CS Table: Privacy, Anonymity, and Big Data in the Social Sciences

On Friday, 26 September 2014, at CS Table, we will consider some recent ethical issues with the use of "Big Data" in social sciences research, including data from xMOOCs (Massive, Open, Online, Courses). Our reading will include a short article from Atlantic Monthly on the recent Facebook Controversy and a CACM article on uses of xMOOC data.

Sara M. Watson. Data Science: What the Facebook Controversy is Really About. The Atlantic. July 1, 2014. Available online at http://www.theatlantic.com/technology/archive/2014/07/data-science-what-the-facebook-controversy-is-really-about/373770/>.

Facebook has always “manipulated” the results shown in its users’ News Feeds by filtering and personalizing for relevance. But this weekend, the social giant seemed to cross a line, when it announced that it engineered emotional responses two years ago in an “emotional contagion” experiment, published in the Proceedings of the National Academy of Sciences (PNAS).

Since then, critics have examined many facets of the experiment, including itsdesign, methodology, approval process, and ethics. Each of these tacks tacitly accepts something important, though: the validity of Facebook’s science and scholarship. There is a more fundamental question in all this: What does it mean when we call proprietary data research data science?

As a society, we haven't fully established how we ought to think about data science in practice. It's time to start hashing that out.

Jon P. Daries, Justin Reich, Jim Waldo, Elise M. Young, Jonathan Whittinghill, Andrew Dean Ho, Daniel Thomas Seaton, and Isaac Chuang. 2014. Privacy, anonymity, and big data in the social sciences. Commun. ACM 57, 9 (September 2014), 56-63. DOI=10.1145/2643132 http://doi.acm.org/10.1145/2643132.

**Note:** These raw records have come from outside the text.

private:
    struct Place {
        int tier; ///< Before for one that left, after for one that came.
        int unit;
    };

    bool goOn(double share) const { return !m_progress || m_progress(share); }

    void add(RefreshKind kind, const RefreshLine& where)
    {
        const auto at = static_cast<std::size_t>(kind);
        ++m_plan.counts[at];
        m_tierTouched = true;
        if (m_plan.lines[at].size() < kRefreshLinesKept) {
            m_plan.lines[at].push_back(where);
            m_plan.lines[at].back().kind = kind;
        }
    }

    void add(ChangeFate fate, CandidateOutcome& outcome, CandidateChange change)
    {
        const auto at = static_cast<std::size_t>(fate);
        ++m_plan.changeCounts[at];
        ++outcome.changes[at];
        change.fate = fate;
        if (m_plan.changes[at].size() < kRefreshLinesKept)
            m_plan.changes[at].push_back(change);
    }

    /// What the list does not say stays as it was.
    void complete(Unit& unit, const Unit& before) const
    {
        if (!m_said.grade)
            unit.grade = before.grade;
        if (!m_said.area)
            unit.areaM2 = before.areaM2;
        if (!m_said.chance)
            unit.vacancyChance = before.vacancyChance;
        unit.locked = unit.locked || before.locked;
    }

    void compare(const Unit& before, const Unit& after, const RefreshLine& where)
    {
        if (const auto change = statusChange(before.status, after.status))
            add(*change, where);
        if (after.asking > before.asking) {
            add(RefreshKind::raised, where);
            m_plan.raisedBy += after.asking - before.asking;
        } else if (after.asking < before.asking) {
            add(RefreshKind::lowered, where);
            m_plan.loweredBy += before.asking - after.asking;
        }
        if (before.grade != after.grade)
            add(RefreshKind::newGrade, where);
        if (before.areaM2 != after.areaM2)
            add(RefreshKind::newArea, where);
        if (before.vacancyChance != after.vacancyChance)
            add(RefreshKind::newChance, where);
        if (before.locked != after.locked)
            add(RefreshKind::locked, where);
    }

    void newTier(int at, TierCase& listed)
    {
        add(RefreshKind::newTier, {{}, -1, -1, at, -1});
        for (std::size_t u = 0; u < listed.tier.units.size(); ++u)
            m_came.push_back({at, static_cast<int>(u)});
        m_plan.unitsAfter += static_cast<std::int64_t>(listed.tier.units.size());
        m_made[static_cast<std::size_t>(at)] = std::move(listed);
    }

    void goneTier(int tier)
    {
        const TierCase& gone = m_before[static_cast<std::size_t>(tier)];
        add(RefreshKind::tierGone, {{}, tier, -1, -1, -1});
        for (std::size_t u = 0; u < gone.tier.units.size(); ++u)
            m_left.push_back({tier, static_cast<int>(u)});
        m_plan.unitsBefore += static_cast<std::int64_t>(gone.tier.units.size());
        for (std::size_t c = 0; c < gone.candidates.size(); ++c) {
            CandidateOutcome outcome{tier, static_cast<int>(c), -1, {}};
            for (std::size_t u = 0; u < gone.tier.units.size(); ++u) {
                if (gone.candidates[c].prices[u] != gone.tier.units[u].asking)
                    add(ChangeFate::tierDropped, outcome, {{}, tier, static_cast<int>(c), static_cast<int>(u), -1, -1});
            }
            m_plan.candidates.push_back(outcome);
        }
        if (gone.signedOff)
            m_plan.signedTiers.push_back({tier, -1, checkSigned(*gone.signedOff, nullptr)});
    }

    void stayingTier(int tier, int at, TierCase& listed)
    {
        const TierCase& was = m_before[static_cast<std::size_t>(tier)];
        m_tierTouched = false;
        m_units.match(was.tier.units, listed.tier.units);
        std::vector<Unit> units;
        units.reserve(listed.tier.units.size());
        m_cameFrom.clear();
        for (std::size_t u = 0; u < was.tier.units.size(); ++u) {
            const int inList = m_units.inList()[u];
            if (inList < 0) {
                m_left.push_back({tier, static_cast<int>(u)});
                continue;
            }
            Unit& unit = units.emplace_back(std::move(listed.tier.units[static_cast<std::size_t>(inList)]));
            complete(unit, was.tier.units[u]);
            compare(was.tier.units[u], unit, {{}, tier, static_cast<int>(u), at, static_cast<int>(units.size()) - 1});
            m_cameFrom.push_back(static_cast<int>(u));
        }
        m_tierTouched = m_tierTouched || units.size() != was.tier.units.size() || !m_units.fresh().empty();
        for (const int fresh : m_units.fresh()) {
            m_came.push_back({at, static_cast<int>(units.size())});
            units.push_back(std::move(listed.tier.units[static_cast<std::size_t>(fresh)]));
        }
        m_plan.unitsBefore += static_cast<std::int64_t>(was.tier.units.size());
        m_plan.unitsAfter += static_cast<std::int64_t>(units.size());

        const Price floor = listed.tier.hasFloor() ? listed.tier.advertisedFloor : was.tier.advertisedFloor;
        if (floor != was.tier.advertisedFloor)
            add(RefreshKind::floorChanged, {{}, tier, -1, at, -1});
        m_plan.tiersTouched += m_tierTouched ? 1 : 0;
        m_plan.seenCleared += was.seen ? 1 : 0;

        std::vector<Candidate> carried;
        for (std::size_t c = 0; c < was.candidates.size(); ++c)
            carried.push_back(carry(tier, at, static_cast<int>(c), units));
        if (m_tierTouched || was.seen)
            m_made[static_cast<std::size_t>(at)] = TierCase{Tier{was.tier.site, was.tier.name, floor, std::move(units)},
                                                            std::move(carried),
                                                            was.chosen,
                                                            was.model,
                                                            was.note,
                                                            false,
                                                            was.signedOff};
        if (was.signedOff) {
            const auto& made = m_made[static_cast<std::size_t>(at)];
            m_plan.signedTiers.push_back({tier, at, checkSigned(*was.signedOff, made ? &made->tier : &was.tier)});
        }
    }

    /// The candidate's prices of `units`, of which the first come from m_cameFrom.
    Candidate carry(int tier, int at, int index, const std::vector<Unit>& units)
    {
        const TierCase& was = m_before[static_cast<std::size_t>(tier)];
        const Candidate& candidate = was.candidates[static_cast<std::size_t>(index)];
        CandidateOutcome outcome{tier, index, at, {}};
        Candidate carried{candidate.name, candidate.note, askingPrices(units)};
        for (std::size_t u = 0; u < m_cameFrom.size(); ++u) {
            const auto from = static_cast<std::size_t>(m_cameFrom[u]);
            const Price wanted = candidate.prices[from];
            const auto fate = fateOf(was.tier.units[from], wanted, units[u]);
            if (!fate)
                continue;
            carried.prices[u] = wanted;
            add(*fate, outcome, {{}, tier, index, m_cameFrom[u], at, static_cast<int>(u)});
        }
        m_outcomeAt.try_emplace(tier, m_plan.candidates.size());
        m_plan.candidates.push_back(outcome);
        return carried;
    }

    /// Of the units that left a tier and those that came to one: which are the same?
    void movesArrivalsAndLeavings()
    {
        struct Meeting {
            int left = 0;
            int came = 0;
            Place from{-1, -1};
            Place to{-1, -1};
            /// With two of the name on either side nobody can tell which is which.
            bool isMove() const { return left == 1 && came == 1; }
        };
        std::unordered_map<NamePair, Meeting, NamePairHash> meetings;
        std::vector<Meeting*> ofLeft; // the map's elements stay where they are
        std::vector<Meeting*> ofCame;
        if (!m_came.empty()) {
            meetings.reserve(m_left.size());
            ofLeft.reserve(m_left.size());
            for (const Place& left : m_left) {
                ofLeft.push_back(&meetings[nameBefore(left)]);
                ++ofLeft.back()->left;
                ofLeft.back()->from = left;
            }
        }
        ofCame.reserve(m_came.size());
        for (const Place& came : m_came) {
            const auto found = meetings.empty() ? meetings.end() : meetings.find(nameAfter(came));
            ofCame.push_back(found == meetings.end() ? nullptr : &found->second);
            if (ofCame.back()) {
                ++ofCame.back()->came;
                ofCame.back()->to = came;
            }
        }
        for (std::size_t i = 0; i < m_came.size(); ++i) {
            if (ofCame[i] && ofCame[i]->isMove())
                moved(ofCame[i]->from, m_came[i]);
            else
                add(RefreshKind::newUnit, {{}, -1, -1, m_came[i].tier, m_came[i].unit});
        }
        for (std::size_t i = 0; i < m_left.size(); ++i) {
            const bool isMove = !ofLeft.empty() && ofLeft[i]->isMove();
            if (!isMove)
                add(RefreshKind::unitGone, {{}, m_left[i].tier, m_left[i].unit, -1, -1});
            dropFromCandidates(m_left[i], isMove ? ofLeft[i]->to : Place{-1, -1});
        }
    }

    void moved(const Place& from, const Place& to)
    {
        const RefreshLine where{{}, from.tier, from.unit, to.tier, to.unit};
        Unit& unit = m_made[static_cast<std::size_t>(to.tier)]->tier.units[static_cast<std::size_t>(to.unit)];
        const Unit& was = m_before[static_cast<std::size_t>(from.tier)].tier.units[static_cast<std::size_t>(from.unit)];
        complete(unit, was);
        add(RefreshKind::movedTier, where);
        compare(was, unit, where);
    }

    void dropFromCandidates(const Place& left, const Place& to)
    {
        const auto first = m_outcomeAt.find(left.tier);
        if (first == m_outcomeAt.end())
            return; // no candidate, or the whole tier leaves
        const TierCase& was = m_before[static_cast<std::size_t>(left.tier)];
        const auto unit = static_cast<std::size_t>(left.unit);
        for (std::size_t c = 0; c < was.candidates.size(); ++c) {
            if (was.candidates[c].prices[unit] != was.tier.units[unit].asking)
                add(to.tier < 0 ? ChangeFate::unitGone : ChangeFate::unitMoved, m_plan.candidates[first->second + c],
                    {{}, left.tier, static_cast<int>(c), left.unit, to.tier, to.unit});
        }
    }

    NamePair nameBefore(const Place& place) const
    {
        const Tier& tier = m_before[static_cast<std::size_t>(place.tier)].tier;
        return {tier.site, tier.units[static_cast<std::size_t>(place.unit)].name};
    }

    NamePair nameAfter(const Place& place) const
    {
        const Tier& tier = m_made[static_cast<std::size_t>(place.tier)]->tier;
        return {tier.site, tier.units[static_cast<std::size_t>(place.unit)].name};
    }

    void join(const TierMatch& match)
    {
        m_plan.after.reserve(m_made.size());
        for (std::size_t at = 0; at < m_made.size(); ++at) {
            if (m_made[at])
                m_plan.after.push_back(std::move(*m_made[at]));
            else
                m_plan.after.pushShared(m_before, static_cast<std::size_t>(match.places[at].before));
        }
    }

    const TierList& m_before;
    std::vector<TierCase> m_list;
    const Progress& m_progress;
    Said m_said;
    RefreshPlan m_plan;
    std::vector<std::optional<TierCase>> m_made; ///< By place; nothing where the tier stays as it is.
    std::vector<Place> m_left;
    std::vector<Place> m_came;
    std::unordered_map<int, std::size_t> m_outcomeAt; ///< Tier before -> its first candidate in the plan.
    UnitMatcher m_units;
    std::vector<int> m_cameFrom; ///< Of the tier in work: the place before of its first units.
    bool m_tierTouched = false;
};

Open data has tremendous potential for science, but, in human subjects research, there is a tension between privacy and releasing high-quality open data. Federal law governing student privacy and the release of student records suggests that anonymizing student data protects student privacy. Guided by this standard, we de-identified and released a data set from 16 MOOCs (massive open online courses) from MITx and HarvardX on the edX platform. In this article, we show that these and other de-identification procedures necessitate changes to data sets that threaten replication and extension of baseline analyses. To balance student privacy and the benefits of open data, we suggest focusing on protecting privacy without anonymizing data by instead expanding policies that compel researchers to uphold the privacy of the subjects in open data sets. If we want to have high-quality social science research and also protect the privacy of human subjects, we must eventually have trust in researchers. Otherwise, we'll always have the strict tradeoff between anonymity and science illustrated here.

Printed copies of the readings are available next to Science 3821.